By default a property will use DB encryption if it is supported (based on its type - String or 'Dates' basically). If you want to ensure a property uses Java encryption you can specify dbEncryption=false on the annotation or EncryptDeploy. You may want to do this so that the CPU cycles for encryption/decryption occur on the Java process rather than the DB process.

Your application code does not change That's it. Your code to query, insert, update and delete etc does not change and Ebean automatically does the encryption/decryption behind the scenes.

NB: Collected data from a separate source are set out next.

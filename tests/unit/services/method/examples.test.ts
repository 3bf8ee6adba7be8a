import { describe, expect, it } from 'vitest';
import { CALCULATOR_NAMES } from '#src/schemas/method/calculatorNames.ts';
import { bodyOf } from '#src/schemas/method/form/bodyOf.ts';
import { textsOf } from '#src/schemas/method/form/textsOf.ts';
import { CALCULATORS } from '#src/services/method/calculators.ts';
import { listCalculators } from '#src/services/method/listCalculators.ts';
import { runCalculator } from '#src/services/method/runCalculator.ts';

const valueAt = (answer: unknown, path: string): unknown =>
  path.split('.').reduce<unknown>((part, key) => (part as Record<string, unknown>)[key], answer);

const answers = new Map<string, object>();
for (const name of CALCULATOR_NAMES) {
  const { schema, page } = CALCULATORS[name];
  answers.set(name, await runCalculator(CALCULATORS[name], schema.parse(page.example.request) as object));
}

describe.each(CALCULATOR_NAMES)('the worked example of %s', (name) => {
  const { schema, page } = CALCULATORS[name];
  const answer = answers.get(name);

  // The value, its tolerance and its source stand beside each other in the page's content, where readers see them too.
  it.each(page.example.published)('$path is $value: $source', ({ path, value, tolerance, source }) => {
    const found = valueAt(answer, path);
    expect(source).not.toBe('');
    if (typeof value !== 'number') expect(found).toBe(value);
    else expect(Math.abs((found as number) - value)).toBeLessThanOrEqual(tolerance * (Math.abs(value) || 1));
  });

  it('is a request that the form writes and reads back', () => {
    const texts = textsOf(page.fields, page.example.request);
    expect(schema.parse(bodyOf(page.fields, texts))).toEqual(withoutNulls(page.example.request));
  });

  it('has words, formulas, tagged sources and limits', () => {
    for (const list of [page.purpose, page.formulas, page.sources, page.limits, page.fields, page.example.published]) {
      expect(list.length).toBeGreaterThan(0);
    }
  });
});

/** A form leaves out what is not known; the API also takes null. */
function withoutNulls(value: unknown): unknown {
  return JSON.parse(JSON.stringify(value, (_, part: unknown) => (part === null ? undefined : part)));
}

it('lists every calculator once', () => {
  const names = listCalculators().map(({ name }) => name);
  expect([...names].sort()).toEqual([...CALCULATOR_NAMES].sort());
});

// Use @Encrypted annotation to mark the encrypted properties

...
@Entity
@Table(name="pm_patient")
public class Patient {
    
    @Id
    Integer id;
    
    @Encrypted
    String name;
   
    // use client side encryption (not db functions) 
    @Lob
    @Encrypted(dbEncryption=false)
    String description;
    
    @Encrypted
    Date dob;
    ...

Limitations

  • Properties using Java client encryption can NOT be used in WHERE clauses
  • Only DB Encryption support built in for H2, Postgres, MySql and Oracle.
  • You can not use Encryption with positioned (1,2,3...) parameters. You must use named parameters or the criteria api to define queries.

Examples:


List<Patient> list  =
    Ebean.find(Patient.class)
        .select("id, name")
        .where().eq("name", "Rob")
        .findList();

Results in the following SQL:

<sql summary='Patient' >
select e.id as c0, pgp_sym_decrypt(e.name,?) as c1
from pm_patient e
where pgp_sym_decrypt(e.description,?) = ?
<sql>

Configuraton:

You can specify the EncryptKeyManager implementation in the ebean.properties file like below:


# ebean.properties - specify the Key Manager
ebean.encryptKeyManager=com.avaje.tests.basic.encrypt.BasicEncyptKeyManager

Or if you are programmatically configuring an EbeanServer using ServerConfig, set the EncryptKeyManager.


// programmatically configure an EbeanServer
// with an EncryptKeyManager

ServerConfig config = ServerConfig();
...
EncryptKeyManager keyManager = ...;
config.setEncryptKeyManager(encyptKeyManager());
...
EbeanServer server = EbeanServerFactory.create(config);

A EncryptKeyManager:

package com.avaje.tests.basic.encrypt;

import com.avaje.ebean.config.EncryptKey;
import com.avaje.ebean.config.EncryptKeyManager;

public class BasicEncyptKeyManager implements EncryptKeyManager {

    /**
     * Initialise the key manager.
     */
    public void initialise() {
        // can load keys or initialise source resources ... 
    }

    public EncryptKey getEncryptKey(String tableName, String columnName) {
       
        // get the key for the given table and column
        String keyValue = ...;
        return new BasicEncryptKey(keyValue);
    }

}

Internals

What Ebean is doing internally is detecting when an encrypted property is being used. Internally it will call the EncryptKeyManager with the table and column of the property to get the encryption key. This key is then added as a bind variable to the prepared statement.

As the key is added as a bind variable into the statement you can not use encryption with 'ordered' parameters because it can effectively change the position of other parameters. You can use 'named' parameters or the criteria api for building queries - but you can't use positioned (1,2,3,4..) parameters.